Lifestyle

Meet Reels – Instagram’s TikTok competitor

As you took to your daily trawl through Instagram on Thursday morning, you may have noticed something a little different.

Where usually upon clicking on your Explore page you see an endless stream of posts and stories on topics you’re interested in, now you will also see videos labelled ‘Reels’ thrown in.

This week, Instagram announced the launch of a new feature that allows users to try their hand at making short, edited videos.

With Reels, savvy snappers can shoot 15-second clips which can then be remixed using the audio and visual effects built into the app.

Next, you can share your crafty creations with your friends and followers, and, thanks to Instagram’s Explore page, with much wider audiences.

The similarities between Instagram’s latest quirk and new social sensation TikTok has not gone amiss.

Much like TikTok, videos can be soundtracked to any song of your choosing (as long as it is on the app’s music library) or, alternatively, you can tape your own audio.

Add an augmented reality effect next if you desire, or one of the image-perfecting filters Instagram is so famous for.

Whilst video stories are hardly new to social media platforms, Reels makes it easier to edit and combine multiple clips into a single post. An ‘aligning’ feature helps wannabe movie-makers lets you line up a clip against a previous one, creating seamless transitions from one to another.

Warp your takes with speed editing, which even allows for changing the pace of just parts of the video.

Perhaps with hopes to welcome an all-new rise of Reels influences, Instagram has added a dedicated space in the app just for Reels. When someone opens TikTok, they immediately have access to millions of its signature videos, and with a dedicated Reels space, Instagram users are just a click away from a comparable experience. 

Beginning as a photo-sharing platform in 2010, Instagram skyrocketed to become one of the biggest mobile applications in the world.
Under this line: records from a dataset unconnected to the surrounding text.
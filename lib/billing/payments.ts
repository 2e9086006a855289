import 'server-only';
import type { InferAttributes, Transaction } from 'sequelize';
import { audit } from '@/lib/audit';
import type { Actor } from '@/lib/auth';
import { inTransaction } from '@/lib/db';
import { conflict, notFound, invalidFields } from '@/lib/http';
import { Invoice, MemberCredit, Payment } from '@/models';
import { assertMember } from './invoices';
import { assertPeriodOpen, lockCoopBilling } from './locks';
import { cents } from './cents';
import { findPayment, refreshInvoicePaid } from './payments-read';
import { todayIn } from '@/lib/dates';
import type { PaymentDTO } from './types';

// Money received: recording cash and cheques, and allocating a payment to an invoice or to member
// credit. Refunds are in ./refunds.

/** What the money paths read of a payment they hold locked. */
type LockedPayment = Pick<
  InferAttributes<Payment>,
  | 'id'
  | 'membershipId'
  | 'invoiceId'
  | 'method'
  | 'amountCents'
  | 'appliedCents'
  | 'creditedCents'
  | 'unallocatedCents'
  | 'refundedCents'
  | 'period'
  | 'stripeChargeId'
>;

/** Reads a payment of the co-op and locks its row until the transaction ends (404 when not theirs). */
export async function lockPayment(t: Transaction, coopId: number, id: number): Promise<LockedPayment> {
  const p = await Payment.findOne({
    attributes: [
      'id',
      'membershipId',
      'invoiceId',
      'method',
      'amountCents',
      'appliedCents',
      'creditedCents',
      'unallocatedCents',
      'refundedCents',
      'period',
      'stripeChargeId',
    ],
    where: { id, coopId },
    lock: t.LOCK.UPDATE,
    raw: true,
    transaction: t,
  });
  if (!p) throw notFound('Payment not found.');
  return p;
}

/**
 * Allocates a payment's unmatched money: to an invoice of the same member up to what it still
 * owes (the rest becomes member credit), or — with invoiceId null — all to member credit. When
 * the invoice is no longer open (paid meanwhile, voided) everything goes to credit. Inside the
 * caller's transaction, under the co-op's billing lock.
 */
export async function allocatePayment(
  t: Transaction,
  coopId: number,
  paymentId: number,
  invoiceId: number | null,
  userId: number | null,
): Promise<{ appliedCents: number; creditedCents: number }> {
  const p = await lockPayment(t, coopId, paymentId);
  const money = cents(p.unallocatedCents);
  if (money <= 0) return { appliedCents: 0, creditedCents: 0 };
  let applied = 0;
  if (invoiceId !== null) {
    const inv = await Invoice.findOne({
      attributes: ['status', 'kind', 'totalCents', 'paidCents'],
      where: { id: invoiceId, coopId, membershipId: p.membershipId },
      lock: t.LOCK.UPDATE,
      raw: true,
      transaction: t,
    });
    if (inv && inv.kind === 'invoice' && (inv.status === 'issued' || inv.status === 'partly-paid')) {
      applied = Math.min(money, Math.max(0, cents(inv.totalCents) - cents(inv.paidCents)));
    }
  }
  const credited = money - applied;
  // One UPDATE moves the money between the parts, so amount = applied + credited + unallocated + refunded holds throughout.
  await Payment.update(
    {
      ...(invoiceId === null ? {} : { invoiceId }),
      appliedCents: cents(p.appliedCents) + applied,
      creditedCents: cents(p.creditedCents) + credited,
      unallocatedCents: 0,
    },
    { where: { id: paymentId, coopId }, transaction: t },
  );
  if (invoiceId !== null && applied > 0) await refreshInvoicePaid(t, coopId, invoiceId);
  if (credited > 0) {
    await MemberCredit.create(
      {
        coopId,
        membershipId: p.membershipId,
        amountCents: credited,
        kind: 'overpayment',
        paymentId,
        invoiceId,
        createdByUserId: userId,
      },
      { transaction: t },
    );
  }
  return { appliedCents: applied, creditedCents: credited };
}

/** Checks that an invoice of the member can take a payment (422 otherwise). */
async function assertPayableInvoice(
  t: Transaction,
  coopId: number,
  membershipId: number,
  invoiceId: number,
): Promise<void> {
  const inv = await Invoice.findOne({
    attributes: ['status', 'kind', 'membershipId'],
    where: { id: invoiceId, coopId },
    raw: true,
    transaction: t,
  });
  if (!inv || inv.kind !== 'invoice' || inv.status === 'draft' || inv.membershipId !== membershipId) {
    throw invalidFields({
      invoiceId: ['Choose an issued invoice of this member.'],
    });
  }
  if (inv.status === 'paid')
    throw invalidFields({
      invoiceId: ['That invoice is already paid; leave the invoice empty to hold the money as credit.'],
    });
  if (inv.status === 'void') throw invalidFields({ invoiceId: ['That invoice is void.'] });
}

/**
 * Records cash or a cheque the treasurer received. With an invoice it is applied at once (any
 * excess becomes member credit); without, it waits unmatched for the reconciliation screen.
 * Refused (409) when the day received falls in a closed month.
 */
export async function recordPayment(
  actor: Actor,
  input: {
    memberId: number;
    invoiceId?: number | null;
    method: 'cash' | 'cheque';
    amountCents: number;
    receivedOn: string;
    reference?: string | null;
    note?: string | null;
  },
): Promise<PaymentDTO> {
  const coopId = actor.coop.id;
  if (input.receivedOn > todayIn(actor.coop.timezone))
    throw invalidFields({
      receivedOn: ['The day received cannot be in the future.'],
    });
  const id = await inTransaction(async (t) => {
    await lockCoopBilling(t, coopId);
    await assertMember(coopId, input.memberId, t);
    const period = `${input.receivedOn.slice(0, 7)}-01`;
    await assertPeriodOpen(coopId, period, t);
    if (input.invoiceId) await assertPayableInvoice(t, coopId, input.memberId, input.invoiceId);
    const p = await Payment.create(
      {
        coopId,
        membershipId: input.memberId,
        method: input.method,
        amountCents: input.amountCents,
        unallocatedCents: input.amountCents,
        receivedOn: input.receivedOn,
        period,
        reference: input.reference ?? null,
        note: input.note ?? null,
        recordedByUserId: actor.user.id,
      },
      { transaction: t },
    );
    const alloc = input.invoiceId ? await allocatePayment(t, coopId, p.id, input.invoiceId, actor.user.id) : null;
    await audit(
      {
        coopId,
        actorUserId: actor.user.id,
        action: 'payment.record',
        entityType: 'payment',
        entityId: p.id,
        after: {
          memberId: input.memberId,
          method: input.method,
          amountCents: input.amountCents,
          receivedOn: input.receivedOn,
          reference: input.reference ?? null,
          invoiceId: input.invoiceId ?? null,
          ...alloc,
        },
      },
      t,
    );
    return p.id;
  });
  return (await findPayment(coopId, id))!;
}

/** Matches an unmatched payment by hand: to an invoice of the payer, or (null) to member credit. */
export async function matchPayment(actor: Actor, paymentId: number, invoiceId: number | null): Promise<PaymentDTO> {
  const coopId = actor.coop.id;
  await inTransaction(async (t) => {
    await lockCoopBilling(t, coopId);
    const p = await lockPayment(t, coopId, paymentId);
    await assertPeriodOpen(coopId, p.period, t);
    if (cents(p.unallocatedCents) <= 0) throw conflict('This payment is already matched.');
    if (invoiceId !== null) await assertPayableInvoice(t, coopId, p.membershipId, invoiceId);
    const alloc = await allocatePayment(t, coopId, paymentId, invoiceId, actor.user.id);
    await audit(
      {
        coopId,
        actorUserId: actor.user.id,
        action: 'payment.match',
        entityType: 'payment',
        entityId: paymentId,
        before: { invoiceId: p.invoiceId, unallocatedCents: cents(p.unallocatedCents) },
        after: { invoiceId, ...alloc },
      },
      t,
    );
  });
  return (await findPayment(coopId, paymentId))!;
}
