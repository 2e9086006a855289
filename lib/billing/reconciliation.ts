import 'server-only';
import {
  Op,
  type AggregateOptions,
  type FindOptions,
  type InferAttributes,
  type Model,
  type Transaction,
} from 'sequelize';
import type { z } from 'zod';
import type { reconciliationCheckSchema, reconciliationSchema } from '@/lib/api/dto/billing';
import { audit } from '@/lib/audit';
import type { Actor } from '@/lib/auth';
import { inTransaction } from '@/lib/db';
import { conflict } from '@/lib/http';
import { BillingPeriod, BillingRun, Coop, Invoice, InvoiceLine, Payment, PaymentAttempt, Refund, User } from '@/models';
import { listInvoices } from './invoices';
import { lockCoopBilling, periodBounds } from './locks';
import { findPayments, readTogether } from './payments-read';
import { currentPeriod, periodLabel, periodToDate, shiftPeriod } from './periods';
import { periodInvoiceTotals, periodPaymentTotals, unbilledDrawTotals } from './queries';

export type ReconciliationCheck = z.infer<typeof reconciliationCheckSchema>;

/** A month's books (the API's Reconciliation). */
export type Reconciliation = z.infer<typeof reconciliationSchema>;

/** Every invoice of a month on one page (a co-op bills a few hundred members). */
const ALL_ROWS = Number.MAX_SAFE_INTEGER;

/** `Model.sum` joins an `include` as findAll does, though its TypeScript options leave it out. */
type SumOptions<M extends Model> = AggregateOptions<unknown, InferAttributes<M>> &
  Pick<FindOptions<InferAttributes<M>>, 'include'>;

/** The reconciliation without its invoice rows: what closing a month decides on. */
type Books = Omit<Reconciliation, 'invoices'> & { invoices: Omit<Reconciliation['invoices'], 'rows'> };

/**
 * The month's totals, checks and blockers (read inside the caller's transaction when it has one:
 * closing reads them under the co-op's billing lock).
 */
async function readBooks(coopId: number, period: string, t?: Transaction): Promise<Books> {
  const periodDate = periodToDate(period);
  const nextPeriodDate = periodToDate(shiftPeriod(period, 1));
  // The lines of the month's issued invoices, and the payments applied to its invoices (any month's money).
  const issuedLinesOf: SumOptions<InvoiceLine> = {
    where: { coopId },
    include: [
      {
        model: Invoice,
        as: 'invoice',
        attributes: [],
        required: true,
        where: { period: periodDate, kind: 'invoice', status: { [Op.notIn]: ['draft', 'void'] } },
      },
    ],
    transaction: t,
  };
  const appliedToInvoicesOf: SumOptions<Payment> = {
    where: { coopId },
    include: [
      {
        model: Invoice,
        as: 'invoice',
        attributes: [],
        required: true,
        where: { period: periodDate, status: { [Op.ne]: 'void' } },
      },
    ],
    transaction: t,
  };
  const [inv, pay, linesCents, appliedToMonthCents, unmatched, pendingAttempts, pendingRefunds, coop, closed, running] =
    await readTogether(t, [
      () => periodInvoiceTotals(coopId, periodDate, t),
      () => periodPaymentTotals(coopId, periodDate, t),
      () => InvoiceLine.sum('amountCents', issuedLinesOf),
      () => Payment.sum('appliedCents', appliedToInvoicesOf),
      () => findPayments(coopId, { period: periodDate, unallocatedCents: { [Op.gt]: 0 } }, t),
      () =>
        PaymentAttempt.count({
          where: { coopId, status: 'pending' },
          include: [{ model: Invoice, as: 'invoice', attributes: [], required: true, where: { period: periodDate } }],
          transaction: t,
        }),
      // A pending refund holds the month it gives money back from, and the month it was made in.
      () =>
        Refund.count({
          where: {
            coopId,
            status: 'pending',
            [Op.or]: [
              { '$payment.period$': periodDate },
              { refundedOn: { [Op.gte]: periodDate, [Op.lt]: nextPeriodDate } },
            ],
          },
          include: [{ model: Payment, as: 'payment', attributes: [], required: true }],
          transaction: t,
        }),
      () => Coop.findByPk(coopId, { attributes: ['timezone'], raw: true, rejectOnEmpty: true, transaction: t }),
      () =>
        BillingPeriod.findOne({
          attributes: ['closedAt', 'closedByUserId'],
          where: { coopId, period: periodDate, status: 'closed' },
          raw: true,
          transaction: t,
        }),
      () => BillingRun.count({ where: { coopId, period: periodDate, status: 'running' }, transaction: t }),
    ]);
  const { start, end } = await periodBounds(periodDate, coop.timezone, t);
  const [unbilledDraws, closedBy] = await readTogether(t, [
    () => unbilledDrawTotals(coopId, start, end, t),
    async () =>
      closed?.closedByUserId
        ? User.findByPk(closed.closedByUserId, { attributes: ['name'], raw: true, transaction: t })
        : null,
  ]);

  const monthOver = period < currentPeriod(coop.timezone);
  const lines = linesCents ?? 0;
  const appliedToMonth = appliedToMonthCents ?? 0;
  const parts = pay.appliedCents + pay.creditedCents + pay.unallocatedCents + pay.refundedCents;
  const checks: ReconciliationCheck[] = [
    {
      label: 'Invoice totals equal the sum of their lines',
      leftCents: inv.invoicedCents,
      rightCents: lines,
      ok: inv.invoicedCents === lines,
    },
    {
      label: 'Amount invoiced = paid + outstanding',
      leftCents: inv.invoicedPositiveCents,
      rightCents: inv.paidCents + inv.outstandingCents,
      ok: inv.invoicedPositiveCents === inv.paidCents + inv.outstandingCents,
    },
    {
      label: 'Paid on these invoices = payments applied to them',
      leftCents: inv.paidCents,
      rightCents: appliedToMonth,
      ok: inv.paidCents === appliedToMonth,
    },
    {
      label: 'Money received = applied + held as credit + unmatched + refunded',
      leftCents: pay.receivedCents,
      rightCents: parts,
      ok: pay.receivedCents === parts,
    },
  ];
  const blockers: string[] = [];
  if (!monthOver) blockers.push(`${periodLabel(period)} is not over yet.`);
  if (running > 0) blockers.push('An invoicing run is still working on this month.');
  if (inv.drafts > 0) blockers.push(`${inv.drafts} draft invoice(s) are not issued yet.`);
  if (unmatched.length > 0)
    blockers.push(`${unmatched.length} payment(s) received this month are not matched to an invoice or to credit.`);
  if (pendingAttempts > 0)
    blockers.push(`${pendingAttempts} card payment(s) are still waiting for the payment service.`);
  if (pendingRefunds > 0) blockers.push(`${pendingRefunds} card refund(s) are still waiting for the payment service.`);
  if (checks.some((c) => !c.ok)) blockers.push('A reconciliation check does not balance.');

  return {
    period,
    closed: Boolean(closed),
    closedAt: closed?.closedAt ? new Date(closed.closedAt).toISOString() : null,
    closedBy: closedBy?.name ?? null,
    monthOver,
    invoices: {
      issuedCount: inv.issued,
      draftCount: inv.drafts,
      invoicedCents: inv.invoicedCents,
      creditNotesCents: inv.creditNotesCents,
      paidCents: inv.paidCents,
      outstandingCents: inv.outstandingCents,
      unpaidCount: inv.unpaid,
    },
    payments: {
      receivedCents: pay.receivedCents,
      byMethod: pay.byMethod,
      appliedCents: pay.appliedCents,
      creditedCents: pay.creditedCents,
      unallocatedCents: pay.unallocatedCents,
      refundedCents: pay.refundedCents,
      appliedElsewhereCents: pay.appliedElsewhereCents,
      unmatched,
    },
    pendingCardAttempts: pendingAttempts,
    pendingRefunds,
    unbilledDraws,
    checks,
    blockers: closed ? [] : blockers,
  };
}

/**
 * The month's books side by side: invoices with what is due, paid and outstanding; money
 * received that month and where it went; what is unmatched or still in flight; and identity
 * checks that must hold (each shows both sides so a difference is visible).
 */
export async function getReconciliation(coopId: number, period: string): Promise<Reconciliation> {
  const [books, invoices] = await Promise.all([
    readBooks(coopId, period),
    listInvoices(coopId, { period, page: 1, pageSize: ALL_ROWS, sort: 'number', dir: 'asc' }),
  ]);
  return { ...books, invoices: { rows: invoices.rows, ...books.invoices } };
}

/**
 * Closes a month: refused (409, with the reasons) until it is over, fully issued, every payment
 * received in it is matched, nothing is in flight with the payment service and every check
 * balances. From then on its draws, invoices and payments are locked (services and database
 * triggers) and corrections go into an open month as adjustments. Unpaid invoices stay payable.
 */
export async function closePeriod(actor: Actor, period: string): Promise<Reconciliation> {
  const coopId = actor.coop.id;
  const periodDate = periodToDate(period);
  await inTransaction(async (t) => {
    await lockCoopBilling(t, coopId);
    const books = await readBooks(coopId, period, t);
    if (books.closed) throw conflict(`${periodLabel(period)} is already closed.`, { code: 'period-closed' });
    if (books.blockers.length)
      throw conflict(`${periodLabel(period)} cannot be closed yet.`, { blockers: books.blockers });
    const summary = {
      invoicedCents: books.invoices.invoicedCents,
      paidCents: books.invoices.paidCents,
      outstandingCents: books.invoices.outstandingCents,
      creditNotesCents: books.invoices.creditNotesCents,
      receivedCents: books.payments.receivedCents,
      refundedCents: books.payments.refundedCents,
      unbilledDraws: books.unbilledDraws.count,
    };
    // The month's row may exist already (open); under the billing lock, update it or create it.
    const closing = {
      status: 'closed' as const,
      closedAt: new Date(),
      closedByUserId: actor.user.id,
      summary: summary as BillingPeriod['summary'],
    };
    const [updated] = await BillingPeriod.update(closing, { where: { coopId, period: periodDate }, transaction: t });
    if (updated === 0) await BillingPeriod.create({ coopId, period: periodDate, ...closing }, { transaction: t });
    await audit(
      {
        coopId,
        actorUserId: actor.user.id,
        action: 'billing.period.close',
        entityType: 'billing_period',
        entityId: period,
        before: { status: 'open' },
        after: { status: 'closed', ...summary },
      },
      t,
    );
  });
  return getReconciliation(coopId, period);
}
Although it has diversified, with the ability to upload video posts, then Stories, then IGTV, and now Reels, Instagram has kept its name as the must-have image app.

The introduction of Reels, a blatant attempt to rival Chinese app TikTok and the 800million monthly users it has amassed in its short life, has swept onto the scene at a pivotal moment.

In July, President Trump shared his plans to legally ban TikTok in the United States, a country in which it has notably soared in popularity over the course of lockdown.

Although not quite on everyone’s radar at first, TikTok was initially debuted in 2016. Sensing its potential even then, Instagram owner Facebook has already been through the steps of making a competitor. Lasso, launched in late 2018, was built for viral trends and musical snippets but ultimately did not take off and was shut down last month.

Today, TikTok users are majorly teens. Instagram’s base, however, is more widely spread, so only time will tell which platform will be the origin of the next dance craze or viral prank challenge. 

“We’ve been very clear in products in the past that we’re inspired by other companies,” said Instagram VP of Product Vishal Shah in a recent online Reels demo.

“Everyone’s kind of figuring out ways to make these products their own.”